Work task = Pick out the lines below that include the string "with".

[Collected data]
____________
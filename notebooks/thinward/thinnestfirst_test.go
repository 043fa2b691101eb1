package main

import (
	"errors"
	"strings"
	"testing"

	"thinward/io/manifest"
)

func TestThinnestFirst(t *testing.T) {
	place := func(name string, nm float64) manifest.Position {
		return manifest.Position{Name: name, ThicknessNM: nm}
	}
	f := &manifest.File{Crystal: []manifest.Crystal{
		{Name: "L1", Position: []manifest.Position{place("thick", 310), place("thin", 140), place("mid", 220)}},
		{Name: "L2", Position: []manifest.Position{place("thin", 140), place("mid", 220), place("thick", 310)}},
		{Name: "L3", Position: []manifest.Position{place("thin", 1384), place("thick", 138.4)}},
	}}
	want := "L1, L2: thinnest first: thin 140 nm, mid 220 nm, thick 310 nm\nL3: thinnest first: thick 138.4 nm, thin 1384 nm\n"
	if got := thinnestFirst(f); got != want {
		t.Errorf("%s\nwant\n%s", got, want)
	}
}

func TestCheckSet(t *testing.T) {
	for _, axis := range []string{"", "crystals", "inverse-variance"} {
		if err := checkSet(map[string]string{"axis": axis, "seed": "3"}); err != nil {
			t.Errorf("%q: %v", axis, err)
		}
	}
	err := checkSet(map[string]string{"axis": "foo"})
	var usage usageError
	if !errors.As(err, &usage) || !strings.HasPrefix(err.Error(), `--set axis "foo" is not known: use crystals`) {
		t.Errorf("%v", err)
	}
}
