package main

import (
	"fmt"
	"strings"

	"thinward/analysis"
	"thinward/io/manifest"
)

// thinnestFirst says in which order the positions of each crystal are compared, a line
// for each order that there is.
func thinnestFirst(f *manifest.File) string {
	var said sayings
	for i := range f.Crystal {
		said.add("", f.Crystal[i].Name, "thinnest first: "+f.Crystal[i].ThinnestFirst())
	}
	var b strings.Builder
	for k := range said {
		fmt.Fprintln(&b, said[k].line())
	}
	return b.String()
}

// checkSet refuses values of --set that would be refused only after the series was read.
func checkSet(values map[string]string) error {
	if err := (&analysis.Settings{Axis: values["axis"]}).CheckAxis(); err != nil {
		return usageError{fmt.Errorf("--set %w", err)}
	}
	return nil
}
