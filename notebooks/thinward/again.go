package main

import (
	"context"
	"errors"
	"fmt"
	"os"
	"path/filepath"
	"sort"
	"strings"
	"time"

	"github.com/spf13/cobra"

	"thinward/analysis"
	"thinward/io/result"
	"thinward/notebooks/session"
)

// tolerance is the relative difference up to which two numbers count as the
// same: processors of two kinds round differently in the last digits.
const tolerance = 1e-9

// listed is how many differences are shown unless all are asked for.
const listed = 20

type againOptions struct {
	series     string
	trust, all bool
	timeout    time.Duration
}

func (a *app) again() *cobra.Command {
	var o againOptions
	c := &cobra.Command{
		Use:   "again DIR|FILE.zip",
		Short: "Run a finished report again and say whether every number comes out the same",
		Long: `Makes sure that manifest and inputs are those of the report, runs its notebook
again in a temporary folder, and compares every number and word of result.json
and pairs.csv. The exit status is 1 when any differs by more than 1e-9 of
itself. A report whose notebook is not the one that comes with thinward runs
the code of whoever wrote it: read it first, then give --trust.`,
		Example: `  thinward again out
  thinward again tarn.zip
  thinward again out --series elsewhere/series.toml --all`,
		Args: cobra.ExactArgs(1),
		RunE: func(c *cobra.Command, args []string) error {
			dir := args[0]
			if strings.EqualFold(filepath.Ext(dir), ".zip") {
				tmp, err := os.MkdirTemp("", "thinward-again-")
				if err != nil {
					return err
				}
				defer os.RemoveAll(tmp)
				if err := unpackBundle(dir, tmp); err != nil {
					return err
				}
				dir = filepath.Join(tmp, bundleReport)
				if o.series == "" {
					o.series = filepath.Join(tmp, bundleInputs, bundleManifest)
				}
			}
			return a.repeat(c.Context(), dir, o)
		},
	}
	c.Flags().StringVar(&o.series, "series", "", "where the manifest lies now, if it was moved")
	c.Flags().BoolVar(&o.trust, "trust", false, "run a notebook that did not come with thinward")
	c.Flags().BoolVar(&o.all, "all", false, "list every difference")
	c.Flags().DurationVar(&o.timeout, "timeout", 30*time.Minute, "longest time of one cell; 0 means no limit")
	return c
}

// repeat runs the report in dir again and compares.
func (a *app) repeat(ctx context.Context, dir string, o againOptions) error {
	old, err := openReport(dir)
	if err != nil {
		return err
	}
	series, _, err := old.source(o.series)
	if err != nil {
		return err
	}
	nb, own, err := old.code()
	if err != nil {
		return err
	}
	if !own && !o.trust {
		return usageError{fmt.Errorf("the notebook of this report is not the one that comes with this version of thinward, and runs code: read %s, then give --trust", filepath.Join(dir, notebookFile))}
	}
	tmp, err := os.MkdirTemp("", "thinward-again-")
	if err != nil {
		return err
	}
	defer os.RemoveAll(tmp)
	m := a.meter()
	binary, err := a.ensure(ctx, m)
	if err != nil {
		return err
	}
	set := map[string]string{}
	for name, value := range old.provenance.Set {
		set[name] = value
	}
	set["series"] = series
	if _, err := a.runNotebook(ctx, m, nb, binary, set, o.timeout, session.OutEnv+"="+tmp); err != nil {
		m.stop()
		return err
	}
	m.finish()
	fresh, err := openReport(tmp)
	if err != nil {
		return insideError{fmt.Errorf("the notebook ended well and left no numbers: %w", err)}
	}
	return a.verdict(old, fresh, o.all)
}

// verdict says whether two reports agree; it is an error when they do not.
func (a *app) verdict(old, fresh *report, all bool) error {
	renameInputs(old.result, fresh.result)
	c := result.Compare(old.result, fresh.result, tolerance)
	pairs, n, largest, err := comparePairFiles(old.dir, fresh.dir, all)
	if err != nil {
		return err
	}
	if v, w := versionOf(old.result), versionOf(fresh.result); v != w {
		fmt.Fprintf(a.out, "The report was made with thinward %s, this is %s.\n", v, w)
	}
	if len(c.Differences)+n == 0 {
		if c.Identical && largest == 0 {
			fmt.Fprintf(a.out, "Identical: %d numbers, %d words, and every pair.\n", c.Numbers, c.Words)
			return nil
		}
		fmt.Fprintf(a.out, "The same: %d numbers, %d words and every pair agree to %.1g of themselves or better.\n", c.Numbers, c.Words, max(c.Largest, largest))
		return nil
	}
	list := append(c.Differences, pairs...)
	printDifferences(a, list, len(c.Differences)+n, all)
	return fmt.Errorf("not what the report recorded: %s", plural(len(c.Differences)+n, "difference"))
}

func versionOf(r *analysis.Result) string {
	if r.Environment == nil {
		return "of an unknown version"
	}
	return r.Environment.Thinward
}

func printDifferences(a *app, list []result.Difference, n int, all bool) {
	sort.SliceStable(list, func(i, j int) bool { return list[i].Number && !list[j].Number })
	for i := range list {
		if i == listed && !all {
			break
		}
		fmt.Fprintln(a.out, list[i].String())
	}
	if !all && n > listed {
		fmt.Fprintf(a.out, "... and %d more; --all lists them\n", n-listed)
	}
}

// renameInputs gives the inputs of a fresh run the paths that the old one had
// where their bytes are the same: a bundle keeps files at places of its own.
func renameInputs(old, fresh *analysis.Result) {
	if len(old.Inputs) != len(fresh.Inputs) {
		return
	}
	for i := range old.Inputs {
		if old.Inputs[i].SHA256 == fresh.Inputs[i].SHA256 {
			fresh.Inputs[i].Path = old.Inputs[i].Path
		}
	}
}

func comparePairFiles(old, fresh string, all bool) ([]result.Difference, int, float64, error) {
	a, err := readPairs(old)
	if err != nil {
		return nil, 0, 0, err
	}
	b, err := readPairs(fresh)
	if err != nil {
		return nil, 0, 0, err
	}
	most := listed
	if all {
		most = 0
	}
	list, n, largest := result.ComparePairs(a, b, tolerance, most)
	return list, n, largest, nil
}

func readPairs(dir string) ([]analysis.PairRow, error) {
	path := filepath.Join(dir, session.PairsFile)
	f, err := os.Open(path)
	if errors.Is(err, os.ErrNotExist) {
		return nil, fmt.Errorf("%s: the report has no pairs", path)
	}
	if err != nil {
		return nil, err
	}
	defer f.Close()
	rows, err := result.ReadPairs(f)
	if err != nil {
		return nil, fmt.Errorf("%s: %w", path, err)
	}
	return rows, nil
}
____________
Response area =
itself. A report whose notebook is not the one that comes with thinward runs
	c.Flags().BoolVar(&o.trust, "trust", false, "run a notebook that did not come with thinward")
		return usageError{fmt.Errorf("the notebook of this report is not the one that comes with this version of thinward, and runs code: read %s, then give --trust", filepath.Join(dir, notebookFile))}
		fmt.Fprintf(a.out, "The report was made with thinward %s, this is %s.\n", v, w)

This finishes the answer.